Interestingly, the viral load of HCoV-NL63 is lower in co-infected patients than in patients infected with HCOV-NL63 only. There are various possible explanations for this phenomenon [53van der Hoek L, Sure K, Ihorst G, et al. Croup is associated with the novel coronavirus NL63 PLoS Med 2005; 2 e240]:

  1. HCoV-NL63 might be the initial infection that weakens the immune system enough for a second infection to gain a foothold. By the time this second infection shows symptoms, the HCoV-NL63 infection might have already have been brought under control by the host immune system,
  2. the two viruses may be in competition for the same receptor or target cell in the respiratory organs,
  3. the elevated activation of the innate immune response triggered by the second respiratory virus may cause inhibition of HCoV-NL63 or,
  4. prolonged persistence of HCoV-NL63 at low levels.
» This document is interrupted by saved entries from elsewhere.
For an outcome planned as percent change from baseline, the check asks whether percent change is
defined and stable (baselines at or near zero, negative values, a scale starting at 0), whether it
depends on an arbitrary coding (ordinal scales), how asymmetric it is beside the log ratio
(Tornqvist, Vartia and Vartia 1985), whether it still depends on baseline, and what it costs against
the log-scale ANCOVA whose back-transformed effect is a ratio of geometric means (Vickers 2001 found
percent change the least powerful of the common choices). For a responder definition it gives the
normal-theory sample-size inflation of dichotomising against the continuous ANCOVA (Altman and
Royston 2006) and how the responder probability depends on baseline.

Blinded audits compute only pooled diagnostics; the arm column is not read. Every threshold is a
named constant below with its source or "convention of this tool"; docs/methods/percent-change.md
derives the formulas.
"""

from __future__ import annotations

import math
from dataclasses import dataclass, field

import numpy as np

from ..references import REFERENCES, add_reference, cite
from ..results import Figure, Table, Verdict, interval_words, level_label
from ..stats import relative_change as rc
from ..stats.correlation import Correlation, spearman
from ..stats.effects import NO_ARMS, ArmCoding, ArmContrast, ArmEffect, arm_coding
from .common import Sections, arms_present, estimate, fmt, fmt_ci, result
from .registry import CheckContext, NotAssessable, register

CHECK_ID = "percent-change"
TITLE = "Percent change and responder definitions"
The high prevalence of co-infections of HCoV-NL63 and other respiratory viruses increases the chances of genetic recombination with these human or zoonotically transmitted viruses. In fact, Pryc et al. (2006) states HCoV-NL63 resulted from a recombination event between PEDV and an ancestral HCoV-NL63 strain. Theoretically, these types of recombination events could enable highly pathogenic virus variants to arise [24Pyrc K, Dijkman R, Deng L, et al. Mosaic structure of human coronavirus NL63, one thousand years of evolution J Mol Biol 2006; 364: 964-73.].

4.5.. Clinical Features

Recent scientific and clinical evidence has indicated that the virus is found during upper and lower respiratory tract infections, causing symptoms and signs that do not differ greatly from the symptoms described for the 'old' viruses HCoV-229E and HCoV-OC43. Other systems involvement is still controversial [63Vabret A, Dina J, Brison E, Brouard J, Freymuth F. Human coronaviruses Pathol Biol (Paris) 2008; 57: 147-60.].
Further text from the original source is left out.